I didn’t see that you were using a multisample sampler.

But that doesn’t change the fact that you will be computing the same value for every fragment that happens to compute the same integer texture coordinate. So you’ll get a blocky look.

You cannot use a fixed set of weights like that. You have to pick from the nearest texels and average the values together. So basically, you have to do this 4 times and average the results based on where you’re trying to sample it. And even then, the fixed set of weights really isn’t helpful. Unless you have access to the actual location of the samples, it’s better to just weigh them all equally.

Thank you very much.
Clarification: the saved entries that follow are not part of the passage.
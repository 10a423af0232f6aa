/**
 * Candidate generation where namesakes crowd a name (src/candidates/generate.ts): corrections of
 * words that are themselves names, the initial-and-surname fallback, one-word key matches that
 * do not stop the search, and wide token-search pools chosen by the pre-rank. The table is
 * invented (a river-port gazette's index, 1890-1930).
 */
import fc from "fast-check";
import { afterAll, beforeAll, describe, expect, it } from "vitest";
import {
  bestPositions,
  correctedReadings,
  correctToken,
  DEFAULT_CANDIDATE_OPTIONS,
} from "../src/candidates/generate.js";
import { buildKb } from "../src/kb/build.js";
import { type Kb, openKb } from "../src/kb/kb.js";
import { createLinker, type Linker } from "../src/link/linker.js";
import type { Mention } from "../src/types.js";
import { tempDir, writeText } from "./helpers/gazette.js";

/** Forty popular Frobelsons in the grain trade, and one obscure ferry pilot of the name. */
const FROBELSONS = Array.from(
  { length: 40 },
  (_, i) =>
    `F${String(i).padStart(2, "0")},${["Arthur", "Henry", "Walter", "Thomas", "Edwin"][i % 5]} ${"BCDEFGHJKL"[i % 10]}. Frobelson,person,,grain merchant of Stenmouth exchange,${1000 + i}`,
);

const TABLE = [
  "id,name,type,aliases,description,prior",
  "P01,Robert N. Grimerhurst,person,,tug master at Carow bar,1",
  "P02,Walter Grimehurst,person,,cooper in the brewery lane,900",
  "P03,Joseph Uddale,person,,lighterman of the east basin,2",
  "P04,Elizabeth Ingeldale,person,,milliner of Quay Street,3",
  "P05,Amos Ingeldale,person,Ingeldale,harbour board clerk,800",
  "P06,William D. Frobelson,person,,ferry pilot at Carow crossing steam ferry,1",
  ...FROBELSONS,
].join("\n");

const t = tempDir("hawser-candidates-");
let kb: Kb;
let linker: Linker;

beforeAll(async () => {
  const table = writeText(t.file("crowded.csv"), `${TABLE}\n`);
  await buildKb({ table, out: t.file("crowded.kb") });
  kb = openKb(t.file("crowded.kb"));
  linker = createLinker(kb);
});
afterAll(() => {
  kb.close();
  t.cleanup();
});

/**
 * A KB built from `csv` before the tests of the enclosing describe and closed after them: call
 * the returned function inside a test to get it.
 */
function tableKb(name: string, csv: string): () => Kb {
  let built: Kb | undefined;
  beforeAll(async () => {
    const table = writeText(t.file(`${name}.csv`), csv);
    await buildKb({ table, out: t.file(`${name}.kb`) });
    built = openKb(t.file(`${name}.kb`));
  });
  afterAll(() => built?.close());
  return () => built!;
}

const m = (text: string, context?: string): Mention => ({ id: text, text, type: "PER", context });
const pathsOf = (text: string, entity: string, context?: string) =>
  linker.scoreCandidates(m(text, context)).find((c) => c.entity === entity)?.paths;

describe("scoreCandidates", () => {
  it("gives the link row's candidates, all of them and unrounded", () => {
    const mention = m("Robert N. Grimehurst");
    const all = linker.scoreCandidates(mention);
    const row = linker.link(mention);
    expect(row.candidates.length).toBeGreaterThan(0);
    expect(all.length).toBeGreaterThanOrEqual(row.candidates.length);
    expect(all.map((c) => c.entity).sort()).toEqual([...linker.candidateIds(mention)].sort());
    row.candidates.forEach((c, i) => {
      expect(all[i]!.entity).toBe(c.entity);
      expect(all[i]!.name).toBe(c.name);
      expect(all[i]!.score).toBeCloseTo(c.score, 4);
      expect(all[i]!.paths).toEqual(c.paths);
    });
  });
});

describe("candidates among namesakes", () => {
  it("corrects a word that is itself a name: Grimehurst may be a slip for Grimerhurst", () => {
    expect(kb.tokenDf("grimehurst")).toBe(1);
    const ids = linker.candidateIds(m("Robert N. Grimehurst"));
    expect(ids).toContain("P01");
    expect(pathsOf("Robert N. Grimehurst", "P01")).toContain("fuzzy");
  });

  it("meets an unlisted short given name through the initial and surname", () => {
    expect([...(pathsOf("Js. Uddale", "P03") ?? [])]).toContain("initials");
  });

  it("keeps searching after a one-word key match: a bare surname names nobody in particular", () => {
    const ids = linker.candidateIds(m("Mrs Ingeldale"));
    expect(ids).toContain("P05"); // the alias "Ingeldale" is a whole-key match
    expect(ids).toContain("P04"); // found by token search all the same
  });

  it("takes more token-search hits than it scores, and keeps the ones the context supports", () => {
    const ids = linker.candidateIds(m("Capt. Frobelson", "the steam ferry pilot at the Carow crossing"));
    expect(kb.tokenDf("frobelson")).toBe(41);
    // No whole key names him: all 41 carriers come from token search, which keeps 10 of them.
    expect(ids.length).toBe(10);
    const wider = createLinker(kb, { candidates: { maxSearchCandidates: 30 } });
    expect(wider.candidateIds(m("Capt. Frobelson")).length).toBe(30);
    expect(ids).toContain("P06");
    // With token search cut to the 30 most popular carriers, the obscure pilot is never seen.
    const narrow = createLinker(kb, { candidates: { ftsLimit: 30 } });
    expect(
      narrow.candidateIds(m("Capt. Frobelson", "the steam ferry pilot at the Carow crossing")),
    ).not.toContain("P06");
  });
});

describe("sub-keys: the whole key left when a first or last word is dropped", () => {
  /** One small town, forty popular firms carrying its name, and vessels named Mary. */
  const TABLE2 = [
    "id,name,type,prior",
    "L10,Ormoford,town,1",
    ...Array.from(
      { length: 40 },
      (_, i) => `O${String(i).padStart(2, "0")},Ormoford Works No. ${i} Ltd.,firm,${1000 + i}`,
    ),
    ...Array.from({ length: 12 }, (_, i) => `V${String(i).padStart(2, "0")},SS Mary,vessel,${10 + i}`),
    "P20,Mary Selanlow,person,2",
    "",
  ].join("\n");
  const kb2 = tableKb("subkeys", TABLE2);
  const loc = (text: string): Mention => ({ id: text, text, type: "LOC" });

  it("meets the town in 'Ormoford Quay' although token search stops at its 20 most popular carriers", () => {
    const linker2 = createLinker(kb2(), { candidates: { ftsLimit: 20 } });
    expect(kb2().tokenDf("ormoford")).toBe(41);
    const found = linker2.scoreCandidates(loc("Ormoford Quay")).find((c) => c.entity === "L10");
    expect(found).toBeDefined();
    expect([...found!.paths]).toEqual(["fts"]);
    // With no sub-key left to match ("pier quay", "ormoford pier"), or sub-keys off, the town is not reached.
    expect(linker2.candidateIds(loc("Ormoford Pier Quay"))).not.toContain("L10");
    const off = createLinker(kb2(), { candidates: { ftsLimit: 20, subKeys: false } });
    expect(off.candidateIds(loc("Ormoford Quay"))).not.toContain("L10");
  });

  it("keeps room for a sub-key match when token search alone could fill the list", () => {
    // 40 firms from token search want all 30 places; the town's sub-key match still gets one.
    const wide = createLinker(kb2(), { candidates: { maxSearchCandidates: 30 } });
    const ids = wide.candidateIds(loc("Ormoford Quay"));
    expect(ids.length).toBe(30);
    expect(ids).toContain("L10");
  });

  it("does not probe a person's words among vessels: 'Mary' alone names no one", () => {
    // "mary" is left out of token search (ftsMaxDf), so vessels can only come from sub-keys.
    const linker2 = createLinker(kb2(), { candidates: { ftsMaxDf: 5 } });
    expect(kb2().tokenDf("mary")).toBe(13);
    const vessels = (text: string, type: string) =>
      linker2.candidateIds({ id: text, text, type }).filter((id) => id.startsWith("V"));
    const per = linker2.candidateIds({ id: "p", text: "Mary Selanlaw", type: "PER" });
    expect(per).toContain("P20");
    expect(vessels("Mary Selanlaw", "PER")).toEqual([]);
    // A vessel's mention is probed: "thc Mary" drops the article the OCR misread.
    expect(vessels("thc Mary", "MISC").length).toBeGreaterThan(0);
  });
});

describe("respelling a rare surname after a naming key match", () => {
  /** Two near-namesakes, and a common surname with a rare look-alike. */
  const TABLE3 = [
    "id,name,type,prior",
    "P30,Alexander Elinmore,person,1",
    "P31,Alexander Elingmore,person,1",
    ...Array.from(
      { length: 25 },
      (_, i) =>
        `S${String(i).padStart(2, "0")},${["Ada", "Amos", "Edith", "Ezra", "Ruth"][i % 5]} Smithson,person,${5 + i}`,
    ),
    "P32,Ada Smithsen,person,1",
    "",
  ].join("\n");
  const kb3 = tableKb("respell", TABLE3);

  it("finds Elingmore behind 'Alexander Elinmore', which names an entity of its own", () => {
    const ids = createLinker(kb3()).candidateIds(m("Alexander Elinmore"));
    expect(ids).toEqual(expect.arrayContaining(["P30", "P31"]));
    const off = createLinker(kb3(), { candidates: { respellSurnameOnKeyMatch: false } });
    expect(off.candidateIds(m("Alexander Elinmore"))).toEqual(["P30"]);
    // An initial and the surname: the respelled initials key.
    expect(createLinker(kb3()).candidateIds(m("A. Elinmore"))).toContain("P31");
  });

  it("leaves a common surname as written: 'Ada Smithson' is not a slip for Smithsen", () => {
    expect(kb3().tokenDf("smithson")).toBe(25);
    expect(createLinker(kb3()).candidateIds(m("Ada Smithson"))).not.toContain("P32");
  });
});

describe("correctToken", () => {
  const kb4 = tableKb("correct", `${TABLE}\n`);
  const opts = DEFAULT_CANDIDATE_OPTIONS;

  it("corrects a misreading to the table's tokens within two edits, closest first", () => {
    // "grimehurst" is one edit away (a dropped e), "grimerhurst" two (a dropped e and r).
    expect(correctToken(kb4(), "grimhurst", opts)).toEqual(["grimehurst", "grimerhurst"]);
    expect(correctToken(kb4(), "frobelsen", opts)).toEqual(["frobelson"]);
    expect(correctToken(kb4(), "zzzzzzzz", opts)).toEqual([]);
  });

  it("answers a token asked again from memory, per KB and per setting", () => {
    const first = correctToken(kb4(), "uddal", opts);
    expect(first).toEqual(["uddale"]);
    expect(correctToken(kb4(), "uddal", opts)).toBe(first); // the same list, not recomputed
    // Another setting is another question: one edit does not reach "grimerhurst".
    expect(correctToken(kb4(), "grimhurst", { ...opts, fuzzyMaxEdits: 1 })).toEqual(["grimehurst"]);
    expect(correctToken(kb4(), "grimhurst", { ...opts, fuzzyMaxCorrections: 1 })).toHaveLength(1);
    // Another KB (the crowded one holds the same tokens) keeps its own answers.
    expect(correctToken(kb, "uddal", opts)).toEqual(first);
    expect(correctToken(kb, "uddal", opts)).not.toBe(first);
  });
});

describe("correctedReadings", () => {
  it("lists the preferred reading, then one change, then two, up to its cap", () => {
    const options = new Map([
      ["a", ["a", "a1", "a2"]],
      ["b", ["b1", "b2"]],
    ]);
    expect(correctedReadings(["a", "x", "b"], options)).toEqual([
      ["a", "x", "b1"],
      ["a1", "x", "b1"],
      ["a2", "x", "b1"],
      ["a", "x", "b2"],
      ["a1", "x", "b2"],
      ["a2", "x", "b2"],
    ]);
    const many = new Map([...Array(6).keys()].map((i) => [`t${i}`, [`t${i}`, `u${i}`, `v${i}`]]));
    expect(correctedReadings([...many.keys()], many).length).toBe(12);
  });
});

describe("fuzzy correction with two deletions on the table side", () => {
  /** Towns whose names OCR shortened by two letters, or by one and misread another. */
  const TOWNS = [
    "id,name,type,prior",
    "L01,Halstanmere,town,10",
    "L02,Wickfenholm,town,10",
    "L03,Stenmouth,town,500",
    "",
  ].join("\n");
  const loc = (text: string): Mention => ({ id: text, text, type: "LOC" });

  it("finds table words two letters longer than the misreading, unless the budget says one deletion", async () => {
    const table = writeText(t.file("towns.csv"), TOWNS);
    await buildKb({ table, out: t.file("towns2.kb") });
    // A budget too small for two-deletion variants: the build falls back to one deletion.
    await buildKb({ table, out: t.file("towns1.kb"), maxFuzzyVariants: 20 });
    const two = openKb(t.file("towns2.kb"));
    const one = openKb(t.file("towns1.kb"));
    try {
      expect(two.info.fuzzyDeletions).toBe(2);
      expect(one.info.fuzzyDeletions).toBe(1);
      const deep = createLinker(two);
      const shallow = createLinker(one);
      // "hastnmere" is "halstanmere" less two letters; "wiekfenhom" misreads one and drops one.
      for (const [text, id] of [
        ["HASTNMERE", "L01"],
        ["Wiekfenhom", "L02"],
      ] as const) {
        expect(deep.candidateIds(loc(text))).toContain(id);
        expect(shallow.candidateIds(loc(text))).not.toContain(id);
        expect(deep.link(loc(text)).entity).toBe(id);
      }
      // One edit away is found either way.
      expect(shallow.candidateIds(loc("Stenmonth"))).toContain("L03");
    } finally {
      two.close();
      one.close();
    }
  });
});

describe("bestPositions", () => {
  it("keeps what a full sort would put first, in the same order, ties broken by position", () => {
    fc.assert(
      fc.property(
        fc.array(fc.integer({ min: 0, max: 5 }), { maxLength: 200 }),
        fc.integer({ min: 0, max: 40 }),
        (values, room) => {
          const before = (a: number, b: number) => values[b]! - values[a]! || a - b;
          const sorted = values.map((_, i) => i).sort(before);
          expect(bestPositions(values.length, room, before)).toEqual(sorted.slice(0, room));
        },
      ),
    );
  });
});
I changed my code like the following:


#version 150
#extension GL_EXT_gpu_shader4 : enable

out vec4 oColor;

uniform sampler2DMS depthTex;
uniform vec4 lightColor;
uniform samplerBuffer sampleWeight;

smooth in vec4 texPos;

void main(void)
{
	vec4 newTexPos = texPos / texPos.w;
	vec2 iTmp = vec2(512, 512);
	vec2 tmp = floor(iTmp * newTexPos.xy);
	vec2 lerp = fract(iTmp * newTexPos.xy);

	float weight[4], sum = 0;
	for(int i = 0; i < 4; ++i)
		weight[i] = 0;
	for(int i = 0; i < 32; ++i)
	{
		float sampleDepth = texelFetch(depthTex, ivec2(tmp), i).r;
		if(newTexPos.z > sampleDepth)
			weight[0] += 1.0/32.0;
	}
	for(int i = 0; i < 32; ++i)
	{
		float sampleDepth = texelFetch(depthTex, ivec2(tmp) + ivec2(1, 0), i).r;
		if(newTexPos.z > sampleDepth)
			weight[1] += 1.0/32.0;
	}
	for(int i = 0; i < 32; ++i)
	{
		float sampleDepth = texelFetch(depthTex, ivec2(tmp) + ivec2(0, 1), i).r;
		if(newTexPos.z > sampleDepth)
			weight[2] += 1.0/32.0;
	}
	for(int i = 0; i < 32; ++i)
	{
		float sampleDepth = texelFetch(depthTex, ivec2(tmp) + ivec2(1, 1), i).r;
		if(newTexPos.z > sampleDepth)
			weight[3] += 1.0/32.0;
	}
	sum = mix(mix(weight[0], weight[1], lerp.x),
		  mix(weight[2], weight[3], lerp.x),
		  lerp.y);
	
	oColor = lightColor * (1.0 - sum);
	
	oColor.a = 1.0;
}

I did a PCF the same way as in my previous thread. Then the result is acceptable. Even better than the result in my previous thread.

It seems that the only benefit from mutilsampling is to achieve better result with the same kernel size.